# "Best original score" Oscar nominations in 1995



## HansZimmer

In this thread I propose a little game: to vote the best film score between the five Oscar nominations of 1995.
You can simply vote your favourite one in the poll and, if you want, you can write a post reply with a vote for each one (insufficient, sufficient, average, good, excellent), like I do.

If you don't know how Academy Awards (Oscar) work, you can read a short explanation here below.
Each year, for the Academy Awards, five film scores are nominated for the award "Best original score". At the end, only one of the five wins.

The "Best original score" award must not be confused with "Best original song" awards. The first one is a competion for orchestral music written for films, while the second one is a competion between pop songs written for films.

This thread is only about scores.

In 1995 the following film scores got a nomination:
- Lion King (winner): composed by Hans Zimmer
- Little Women: composed and conducted by Thomas Newman
- Forrest Gump: composed and conducted by Alan Silvestri
- Shawshank Redemption: composed and conducted By Thomas Newman
- Interview with the vampire: composed by Elliot Goldenthal

Here below you can find all suites.

*Lion King*

The score of the animated film "Lion King", composed by Hans Zimmer, won.

Hans Zimmer lost his father when he was 6 years old and so he said that he felt connected with the main carachter Simba (the little lion) and so he wanted to compose a powerful and deep score for him.

Indeed, this score is wonderful and Hans Zimmer has never been able to write an other score like this one. 
In his entire career, he has only won one (and deserved) award: this one.

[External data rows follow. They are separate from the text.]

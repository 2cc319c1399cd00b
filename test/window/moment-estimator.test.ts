import fc from 'fast-check'
import { describe, expect, it } from 'vitest'
import { MomentEstimator } from '../../src/window/moment-estimator.ts'
import { batchCorrelation, batchVariance, largestDifference, presentOf, type Row, valuesOf } from './batch.ts'

const value = fc.double({ min: -50, max: 50, noNaN: true }).map((v) => Math.round(v * 64) / 64)
const entry = fc.oneof({ weight: 6, arbitrary: value }, { weight: 1, arbitrary: fc.constant(null) })
const frames = (n: number, most: number): fc.Arbitrary<Row[]> =>
  fc.array(fc.array(entry, { minLength: n, maxLength: n }), { minLength: 3, maxLength: most })
const everySignal = (n: number): Int32Array => Int32Array.from({ length: n }, (_, i) => i)
const n = 4

const forms = [
  { name: 'boxcar', decay: null },
  { name: 'exponential', decay: 2 ** (-1 / 6) },
] as const

const weightsOf = (decay: number | null, count: number): number[] =>
  Array.from({ length: count }, (_, t) => (decay === null ? 1 : (1 - decay) * decay ** (count - 1 - t)))

/** Entries whose two variances are real: near-constant signals amplify rounding without bound. */
function compare(estimator: MomentEstimator, rows: readonly Row[], decay: number | null): void {
  const weights = weightsOf(decay, rows.length)
  const out = new Float64Array(n * n)
  estimator.correlation(out, everySignal(n))
  const batch = batchCorrelation(rows, weights, n)
  for (let i = 0; i < n; i++) {
    const variance = batchVariance(rows, weights, i)
    expect(Math.abs(estimator.variance(i) - variance)).toBeLessThan(1e-8 * (1 + variance))
    for (let j = 0; j < n; j++) {
      if (variance < 1e-3 || batchVariance(rows, weights, j) < 1e-3) continue
      expect(Math.abs(out[i * n + j]! - batch[i * n + j]!)).toBeLessThan(1e-9)
    }
  }
}

describe.each(forms)('moments under a $name weighting', ({ decay }) => {
  it('equal the batch formula at every step, gaps and all', () => {
    fc.assert(
      fc.property(frames(n, 30), (rows) => {
        const estimator = new MomentEstimator(decay)
        rows.forEach((row, t) => {
          estimator.push(valuesOf(row), presentOf(row))
          compare(estimator, rows.slice(0, t + 1), decay)
        })
      }),
      { seed: 11, numRuns: 60 },
    )
  })

  it('drop undoes push', () => {
    fc.assert(
      fc.property(frames(n, 20), fc.array(entry, { minLength: n, maxLength: n }), (rows, extra) => {
        const estimator = new MomentEstimator(decay)
        for (const row of rows) estimator.push(valuesOf(row), presentOf(row))
        estimator.push(valuesOf(extra), presentOf(extra))
        estimator.drop(valuesOf(extra), presentOf(extra))
        compare(estimator, rows, decay)
        expect(estimator.total).toBeCloseTo(
          weightsOf(decay, rows.length).reduce((a, b) => a + b, 0),
          12,
        )
      }),
      { seed: 12, numRuns: 80 },
    )
  })

  it('the order of the signals does not matter', () => {
    fc.assert(
      fc.property(
        frames(n, 20),
        fc.shuffledSubarray([0, 1, 2, 3], { minLength: n, maxLength: n }),
        (rows, order) => {
          const straight = new MomentEstimator(decay)
          const permuted = new MomentEstimator(decay)
          for (const row of rows) {
            const moved = order.map((i) => row[i]!)
            straight.push(valuesOf(row), presentOf(row))
            permuted.push(valuesOf(moved), presentOf(moved))
          }
          const a = new Float64Array(n * n)
          const b = new Float64Array(n * n)
          straight.correlation(a, everySignal(n))
          permuted.correlation(b, everySignal(n))
          for (let i = 0; i < n; i++) {
            for (let j = 0; j < n; j++) {
              expect(Math.abs(b[i * n + j]! - a[order[i]! * n + order[j]!]!)).toBeLessThan(1e-12)
            }
          }
        },
      ),
      { seed: 13, numRuns: 80 },
    )
  })

  it('a roster that grows gives what a wide roster with gaps gives', () => {
    fc.assert(
      fc.property(frames(n, 12), frames(n, 12), (early, late) => {
        const grown = new MomentEstimator(decay)
        for (const row of early) grown.push(valuesOf(row.slice(0, 2)), presentOf(row.slice(0, 2)))
        for (const row of late) grown.push(valuesOf(row), presentOf(row))
        const rows: Row[] = [...early.map((row) => [row[0]!, row[1]!, null, null]), ...late]
        compare(grown, rows, decay)
      }),
      { seed: 14, numRuns: 80 },
    )
  })

  it('moving the pivots changes nothing but rounding', () => {
    fc.assert(
      fc.property(frames(n, 20), (rows) => {
        const estimator = new MomentEstimator(decay)
        rows.forEach((row, t) => {
          estimator.push(valuesOf(row), presentOf(row))
          if (t % 5 === 4) estimator.recentre()
        })
        compare(estimator, rows, decay)
      }),
      { seed: 15, numRuns: 60 },
    )
  })

  it('goes on bit for bit after a snapshot, also into an estimator that held something else', () => {
    fc.assert(
      fc.property(frames(n, 14), frames(n, 14), (before, after) => {
        const a = new MomentEstimator(decay)
        const b = new MomentEstimator(decay)
        b.push(Float64Array.of(1, 2, 3, 4, 5, 6, 7), Uint8Array.of(1, 1, 0, 1, 1, 1, 1))
        for (const row of before) a.push(valuesOf(row), presentOf(row))
        b.restore(structuredClone(a.snapshot()))
        for (const row of after) {
          const wide: Row = [...row, 1.5]
          a.push(valuesOf(wide), presentOf(wide))
          b.push(valuesOf(wide), presentOf(wide))
        }
        const x = new Float64Array(25)
        const y = new Float64Array(25)
        a.correlation(x, everySignal(5))
        b.correlation(y, everySignal(5))
        expect(y).toEqual(x)
      }),
      { seed: 16, numRuns: 60 },
    )
  })
})

describe('the boxcar form', () => {
  it('exchange is a push and a drop', () => {
    fc.assert(
      fc.property(frames(n, 20), fc.array(entry, { minLength: n, maxLength: n }), (rows, extra) => {
        const estimator = new MomentEstimator()
        for (const row of rows) estimator.push(valuesOf(row), presentOf(row))
        estimator.exchange(valuesOf(extra), presentOf(extra), valuesOf(rows[0]!), presentOf(rows[0]!))
        compare(estimator, [...rows.slice(1), extra], null)
      }),
      { seed: 17, numRuns: 80 },
    )
  })

  it('takes a signal that never varies as one without correlation, never as NaN', () => {
    const estimator = new MomentEstimator()
    for (let t = 0; t < 10; t++) estimator.push(Float64Array.of(t % 3, 7.25, 0), Uint8Array.of(1, 1, 0))
    const out = new Float64Array(9)
    estimator.correlation(out, everySignal(3))
    expect([...out]).toEqual([1, 0, 0, 0, 1, 0, 0, 0, 1])
    expect([estimator.variance(1), estimator.variance(2)]).toEqual([0, 0])
  })

  it('gives covariance in fixed scales: own scales give the correlation', () => {
    fc.assert(
      fc.property(frames(n, 20), (rows) => {
        const estimator = new MomentEstimator()
        for (const row of rows) estimator.push(valuesOf(row), presentOf(row))
        const scales = Float64Array.from({ length: n }, (_, i) => Math.sqrt(estimator.variance(i)))
        if (scales.some((s) => s < 0.1)) return
        const own = new Float64Array(n * n)
        const half = new Float64Array(n * n)
        const correlation = new Float64Array(n * n)
        estimator.covariance(own, everySignal(n), scales)
        estimator.covariance(
          half,
          everySignal(n),
          scales.map((s) => s / 2),
        )
        estimator.correlation(correlation, everySignal(n))
        expect(largestDifference(own, correlation)).toBeLessThan(1e-9)
        expect(
          largestDifference(
            half,
            own.map((v) => 4 * v),
          ),
        ).toBeLessThan(1e-8)
      }),
      { seed: 18, numRuns: 80 },
    )
  })
})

My vote (insufficient, sufficient, average, good, excellent) is: excellent.

The live suite. The interpretation of the orchestra in this live concert is amazing, especially the frontman.






*Little Women*

My second favourite score is the one of Little Women, composed and conducted by Thomas Newman.

My vote (insufficient, sufficient, average, good, excellent) is: good.

The suite.






*Forrest Gump*

My third favourite is Forrest Gump, composed and conducted by Alan Silvestri.

My vote (insufficient, sufficient, average, good, excellent) is: good.

The suite.






*Shawshank Redemption*

My fourth is Shawshank Redemption, composed and conducted by Thomas Newman.

The main theme.






*Interview with the vampire*

I don't like this score so much, although is suitable for the film.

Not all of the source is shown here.